Oh, gather 'round for the epic tale of Fred R. Coulter and his scrappy little Christian Biblical Church of God (CBCG)—the Armstrongist splinter that's basically "Herbert W. Armstrong’s Greatest Hits: Director’s Cut Edition, Now With Phrenology, Calendar Upgrades, and Fred Fixing the Bible That the King James Translators Were Too Stupid to Understand.!"
Meet the Man, the Myth, the Bump-Reader Extraordinaire
Fred R. Coulter, proud Ambassador College grad (theology BA, 1964), got ordained in 1965 and dutifully pastored WCG flocks across the U.S. Then, in a stunning 1979 pre-Tkach power move, he dramatically resigned with a “Call to Repentance” sermon, sounding the alarm on all those “sinful practices.” What a prophet! (Or just the guy who jumped ship early.)
By 1983, armed with a magnificent core group of seven whole believers plus himself, he founded CBCG in Hollister, California. Decades later, he’s still the president, chief sermonizer, book-peddler (Restoring the Original Bible, etc.), and all-around restorer of “original Christianity.” They reach “thousands” online and through tiny scattered fellowships. Truly inspiring... if “thousands” in a sea of aging, fragmenting Armstrongist groups counts as a booming success.
Armstrongism 2.0: Now With Extra Pseudoscience and Bible Redos!
Classic package: Sabbath, Holy Days (Fred’s special “corrected” Hebrew calendar edition, because God’s original timing needed a tune-up), binitarian God-family theology, gentle tithing nudges, and that cozy “we’re the tiny elite flock while everyone else is apostate” glow. They wisely ditched the brutal top-down hierarchy (lessons learned from WCG’s spectacular crash) for local elders and “voluntary” vibes. So humble. So not-a-cult.
But wait—there’s more! Fred’s signature flair includes a documented soft spot for phrenology—that gloriously outdated 19th-century party trick of feeling skull bumps to diagnose character defects and spiritual oopsies. Because what better way to restore first-century Christianity than by channeling Victorian quack doctors? Nothing says “apostolic purity” like giving congregants a cranial exam instead of, you know, just praying or opening the actual Bible.
And then there’s the pièce de résistance: Fred had to redo the entire Bible because those poor, bumbling King James translators were apparently too dim to get it right. Those 1611 scholars with their “thee”s and “thou”s just couldn’t handle the job, so Brother Coulter stepped in like the theological superhero we didn’t know we needed. Behold—The Holy Bible In Its Original Order: A Faithful Version! He reordered all the books to his preferred “original” sequence, translated everything fresh from the Hebrew and Greek (with a little help), and clarified all those “problematic passages” the KJV idiots messed up.
It retains the KJV’s grandeur... while quietly fixing its many errors, of course. Because nothing screams humility like one guy declaring, “Move over, centuries of scholarship—Fred’s got this.” Perfect for the group that already knows better than mainstream Christianity on pretty much everything.

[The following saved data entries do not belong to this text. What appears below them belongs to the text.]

@dataclass(frozen=True, slots=True)
class Level:
    """Straight and level flight; in the first step the entry state."""

    speed_mps: float | None = quantity("speed", "calibrated airspeed (first step: required)", 20.0, 350.0,
                                       key="speed", default=None)
    height_m: float | None = quantity("length", "height above the field (first step: required)", 0.0, 12e3,
                                      key="height", default=None)
    heading_rad: float | None = quantity("angle", "true heading (first step: required)", 0.0, TURN,
                                         key="heading", default=None)
    for_s: float = quantity("time", "how long", 0.0, 600.0, key="for", default=3.0)
    power: Power = quantity("power", "throttle: full, idle, held (what holds the speed) or a percentage", default=HELD)


@dataclass(frozen=True, slots=True)
class Loop:
    """A loop: the load factor demanded against loop angle (0 level entry, 180 top, 360 level again)."""

    angle_rad: tuple[float, ...] = quantity(
        "loop_table", "load factor in g against loop angle in degrees, both bare numbers, angles rising",
        -4.0, 12.0, key="load_factor", fills=("angle_rad", "load_factor"))
    load_factor: tuple[float, ...] = filled()
    power: Power = quantity("power", "throttle: full, idle, held (as at the entry) or a percentage", default=FULL)
    close_at_m: float | None = quantity(
        "length", "height at which the healthy loop bottoms: the back half's demand is scaled to it", 1.0, 3000.0,
        default=None)


@dataclass(frozen=True, slots=True)
class Roll:
    """A steady roll about the flight path at a held load factor."""

    angle_rad: float = quantity("angle", "angle rolled through, right positive", -720.0 * DEG, 720.0 * DEG, key="angle")
    rate_radps: float = quantity("angular_rate", "roll rate", 1.0 * DEG, 400.0 * DEG, key="rate")
    load_factor: float = quantity("load_factor", "load factor held", -3.0, 9.0, default=1.0)
    power: Power = quantity("power", "throttle: full, idle, held (what holds the speed) or a percentage", default=HELD)


@dataclass(frozen=True, slots=True)
class Climb:
    """Pull to a climb angle and hold it."""

    angle_rad: float = quantity("angle", "flight path angle to reach and hold", 0.0, 85.0 * DEG, key="angle")
    load_factor: float = quantity("load_factor", "load factor of the pull", 1.0, 9.0, default=2.0)
    for_s: float = quantity("time", "how long, from the start of the step", 0.1, 600.0, key="for", default=5.0)
    power: Power = quantity("power", "throttle: full, idle, held (what holds the speed) or a percentage", default=FULL)


@dataclass(frozen=True, slots=True)
class Dive:
    """Push to a dive angle and hold it."""

    angle_rad: float = quantity("angle", "dive angle below the horizon to reach and hold", 0.0, 85.0 * DEG,
                               key="angle")
    load_factor: float = quantity("load_factor", "load factor of the push", -2.0, 1.0, default=0.3)
    for_s: float = quantity("time", "how long, from the start of the step", 0.1, 600.0, key="for", default=5.0)
    power: Power = quantity("power", "throttle: full, idle, held (what holds the speed) or a percentage", default=HELD)
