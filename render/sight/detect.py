"""Detector A: a cue stands out when it exceeds two sigma for 0.3 s (section 6.3 of NOTICING.md)."""

from __future__ import annotations

import numpy as np
from numba import guvectorize

from render.frames import Array
from render.sight.observers import DWELL_S, SIGMAS


@guvectorize(["void(float64[:], float64[:], float64, float64[:])"], "(t),(t),()->()", cache=True)
def _dwells(time_s: Array, ratio: Array, dwell_s: float, found: Array) -> None:
    crossed = np.inf
    found[0] = np.inf
    for i in range(time_s.size):
        if not ratio[i] > 1.0:
            crossed = np.inf
            continue
        if crossed == np.inf:
            crossed = time_s[i]
            # If the series begins above one there is no crossing to interpolate.
            if i > 0 and ratio[i] > ratio[i - 1]:
                part = min(max((1.0 - ratio[i - 1]) / (ratio[i] - ratio[i - 1]), 0.0), 1.0)
                crossed = time_s[i - 1] + part * (time_s[i] - time_s[i - 1])
        if time_s[i] - crossed >= dwell_s - 1e-9:
            found[0] = crossed + dwell_s
            return


def first_dwell(time_s: Array, ratio: Array, dwell_s: float = DWELL_S) -> Array:
    """When a ratio has exceeded one for a dwell without a break, (...); infinity if never.

    time_s: (T,) or with leading axes of the ratio's, ratio: (..., T). The crossing is interpolated between
    samples. A larger ratio at every sample never gives a later time: where the smaller one stays above one, so
    does the larger, and it crossed no later. That is what orders the observers.
    """
    own = time_s.reshape(time_s.shape[:-1] + (1,) * (ratio.ndim - time_s.ndim) + time_s.shape[-1:])
    return np.asarray(_dwells(own, ratio, dwell_s))


def notice(time_s: Array, difference: Array, sigma: Array) -> Array:
    """When |difference| exceeds two sigma for the dwell, (...); infinity if never. Both (..., T), time as there."""
    return first_dwell(time_s, np.abs(difference) / (SIGMAS * sigma))


def delayed(values: Array, step_s: float, delay_s: float) -> Array:
    """A series (..., T) seen later by a delay, zero before; linear between samples."""
    whole = int(np.floor(delay_s / step_s + 1e-9))
    part = delay_s / step_s - whole
    padded = np.concatenate([np.zeros((*values.shape[:-1], whole + 1)), values], axis=-1)
    size = values.shape[-1]
    return np.asarray((1.0 - part) * padded[..., 1 : size + 1] + part * padded[..., :size])
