"""Detector A: a cue stands out when it exceeds two sigma for 0.3 s (section 6.3 of NOTICING.md)."""

from __future__ import annotations

import numpy as np

from render.frames import Array
from render.sight.observers import DWELL_S, SIGMAS


def first_dwell(time_s: Array, ratio: Array, dwell_s: float = DWELL_S) -> Array:
    """When a ratio has exceeded one for a dwell without a break, (...); infinity if never.

    time_s: (T,), ratio: (..., T). The crossing is interpolated between samples. A larger ratio at every
    sample never gives a later time: where the smaller one stays above one, so does the larger, and it
    crossed no later. That is what orders the observers.
    """
    above = ratio > 1.0
    index = np.arange(time_s.size)
    last_below = np.maximum.accumulate(np.where(above, -1, index), axis=-1)  # (..., T), -1: none yet
    start = np.minimum(last_below + 1, time_s.size - 1)
    before = np.maximum(start - 1, 0)
    r0 = np.take_along_axis(ratio, before, -1)
    r1 = np.take_along_axis(ratio, start, -1)
    part = np.where((start > before) & (r1 > r0), (1.0 - r0) / np.where(r1 > r0, r1 - r0, 1.0), 1.0)
    # If the series begins above one there is no crossing to interpolate.
    crossed = np.where(start > before, time_s[before] + np.clip(part, 0.0, 1.0) * (time_s[start] - time_s[before]),
                       time_s[start])
    done = above & (time_s - crossed >= dwell_s - 1e-9)
    first = np.argmax(done, axis=-1)[..., None]
    found = np.take_along_axis(crossed, first, -1)[..., 0] + dwell_s
    return np.where(np.any(done, axis=-1), found, np.inf)


def notice(time_s: Array, difference: Array, sigma: Array) -> Array:
    """When |difference| exceeds two sigma for the dwell, (...); infinity if never. Both (..., T)."""
    return first_dwell(time_s, np.abs(difference) / (SIGMAS * sigma))


def delayed(values: Array, step_s: float, delay_s: float) -> Array:
    """A series (..., T) seen later by a delay, zero before; linear between samples."""
    whole = int(np.floor(delay_s / step_s + 1e-9))
    part = delay_s / step_s - whole
    padded = np.concatenate([np.zeros((*values.shape[:-1], whole + 1)), values], axis=-1)
    size = values.shape[-1]
    return np.asarray((1.0 - part) * padded[..., 1 : size + 1] + part * padded[..., :size])
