package evensun.device;

import static org.assertj.core.api.Assertions.assertThat;
import static org.assertj.core.api.Assertions.within;

import evensun.light.Constants;
import org.apache.commons.math3.analysis.integration.IterativeLegendreGaussIntegrator;
import org.junit.jupiter.api.Test;
import org.junit.jupiter.params.ParameterizedTest;
import org.junit.jupiter.params.provider.CsvSource;

class BlackBodyTest {

  /** Witness: Planck's integral by Gauss quadrature of another library, in SI units. */
  @ParameterizedTest
  @CsvSource({"0.3, 298.15", "1.12, 298.15", "1.68, 298.15", "1.12, 400", "0.5, 1000", "2.5, 77"})
  void seriesAgreesWithQuadrature(double gapEv, double temperatureK) {
    double kT = Constants.BOLTZMANN_J_PER_K * temperatureK;
    double h = Constants.PLANCK_JS;
    double c = Constants.LIGHT_SPEED_M_PER_S;
    double from = gapEv * Constants.ELEMENTARY_CHARGE_C / kT;
    double integral =
        new IterativeLegendreGaussIntegrator(32, 1e-12, 1e-300)
            .integrate(100_000, x -> x * x / Math.expm1(x), from, from + 60);
    double amperePerM2 =
        2 * Math.PI * Constants.ELEMENTARY_CHARGE_C * kT * kT * kT / (h * h * h * c * c) * integral;
    double found = BlackBody.aboveMaPerCm2(gapEv, temperatureK);
    assertThat(found / (0.1 * amperePerM2)).isCloseTo(1, within(1e-10));
  }

  /** Witness: zeta(3), the photon number of the whole black body: ∫ x²/(eˣ − 1) dx = 2 ζ(3). */
  @Test
  void wholeSpectrumHoldsTwiceZetaOfThree() {
    double kT = BlackBody.thermalVoltageV(6000);
    double h = Constants.PLANCK_JS / Constants.ELEMENTARY_CHARGE_C;
    double c = Constants.LIGHT_SPEED_M_PER_S;
    double all =
        0.1
            * 2
            * Math.PI
            * Constants.ELEMENTARY_CHARGE_C
            * kT
            * kT
            * kT
            / (h * h * h * c * c)
            * 2
            * 1.2020569031595943;
    assertThat(BlackBody.aboveMaPerCm2(1e-3, 6000) / all).isCloseTo(1, within(1e-5));
  }

  @Test
  void partsAddUp() {
    double whole = BlackBody.aboveMaPerCm2(1.0, 298.15);
    double parts =
        BlackBody.betweenMaPerCm2(1.0, 1.1, 298.15) + BlackBody.aboveMaPerCm2(1.1, 298.15);
    assertThat(parts / whole).isCloseTo(1, within(1e-14));
  }
}
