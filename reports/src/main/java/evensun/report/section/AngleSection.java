package evensun.report.section;

import evensun.report.chart.Axis;
import evensun.report.chart.Chart;
import evensun.report.chart.Kind;
import evensun.report.chart.Series;
import evensun.report.figure.Share;
import evensun.report.page.Block;
import evensun.report.page.Section;
import evensun.report.text.Numbers;
import evensun.result.Angular;
import evensun.result.Outcome.SubcellOutcome;
import evensun.result.RunResult;
import java.util.ArrayList;
import java.util.List;
import java.util.Optional;

/** Currents against the angle of incidence. */
public final class AngleSection {

  private static final double LOW_SUN_DEG = 60;

  private AngleSection() {}

  /** The section; absent without more than one angle. */
  public static Optional<Section> of(RunResult result) {
    Angular angular = result.angular();
    if (angular == null || angular.angleDeg().size() < 2) {
      return Optional.empty();
    }
    List<Series> series = new ArrayList<>();
    List<SubcellOutcome> subcells = result.found().subcells();
    for (int i = 0; i < subcells.size(); i++) {
      List<Double> values = angular.subcellMaPerCm2().get(subcells.get(i).name());
      if (values != null) {
        series.add(Series.of(subcells.get(i).name(), Share.subcellRole(i), values));
      }
    }
    series.add(Series.of("reflected", "muted", angular.reflectedMaPerCm2()).asDashed());
    Block block = Tables.plot(chart(angular, series));
    return Optional.of(new Section("angle", "Angle", heading(angular), List.of(block)));
  }

  private static Chart chart(Angular angular, List<Series> series) {
    double high = 0;
    for (Series row : series) {
      for (Double value : row.values()) {
        high = Math.max(high, value == null ? 0 : value);
      }
    }
    List<Double> angles = angular.angleDeg();
    return new Chart(
        "angle",
        Kind.LINES,
        "Currents against the angle of incidence, the irradiance on the cell plane kept",
        Axis.linear("angle of incidence", "°", angles.get(0), angles.get(angles.size() - 1)),
        Axis.covering("current", Numbers.MA, 0, high),
        angles,
        series,
        List.of());
  }

  /** How the weakest subcell changes from the first angle to that nearest to a low sun. */
  private static String heading(Angular angular) {
    int low = 0;
    for (int i = 1; i < angular.angleDeg().size(); i++) {
      low = distance(angular, i) < distance(angular, low) ? i : low;
    }
    double first = weakest(angular, 0);
    double then = weakest(angular, low);
    return "At "
        + degrees(angular, low)
        + " the weakest subcell passes "
        + Numbers.ma(then)
        + ", "
        + Numbers.fixed(Math.abs(then - first) / Math.max(first, 1e-12) * 100, 1)
        + "\u00a0% "
        + (then < first ? "less" : "more")
        + " than at "
        + degrees(angular, 0);
  }

  private static double distance(Angular angular, int index) {
    return Math.abs(angular.angleDeg().get(index) - LOW_SUN_DEG);
  }

  private static String degrees(Angular angular, int index) {
    return Numbers.trimmed(angular.angleDeg().get(index), 1) + "°";
  }

  private static double weakest(Angular angular, int index) {
    return angular.subcellMaPerCm2().values().stream()
        .mapToDouble(values -> values.get(index))
        .min()
        .orElse(0);
  }
}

The Dangers of Signing Up for This Rapidly Shrinking Splinter Cult
If your spiritual needs include legalism, prophecy doom-scrolling, potential family rifts, and the warm fuzzy of being told you’re special while tithing into a tiny operation, CBCG could be your next adventure. Just don’t count on a thriving social scene—these Armstrong offshoots are mostly quietly graying out as members age and the internet keeps splintering the remnants.
Standard warnings apply: isolation tendencies, “us vs. the deceived world” superiority, a works-heavy “different gospel” that critics (and many ex-members) say distorts grace, plus the usual spiritual abuse red flags. Layer on the phrenology sessions and the “I had to rewrite the Bible because everyone before me was incompetent” energy, and you’ve got a doctrine combo that’s equal parts earnest and delightfully eccentric.
Ex-member sites highlight the control dynamics, the pressure to conform, and that perpetual feeling of never quite measuring up to Fred’s restored truth. With the group steadily shrinking like the rest of the COG diaspora, you might end up in a very intimate (read: microscopic) echo chamber as the founder advances in years.
Pro tip: Before committing to the skull-measuring appointments and the “Fred’s Bible Only” reading plan, try some independent study. Ask yourself if true “original Christianity” really needs phrenology charts and one man’s upgraded KJV correction. The apostles somehow survived without either. Welcome to the wonderful world of COG splinters—where the doctrines are restored, the calendars are perfected, the heads are palpated, and the Bible finally gets the Fred Coulter treatment it so desperately needed. What could possibly go wrong?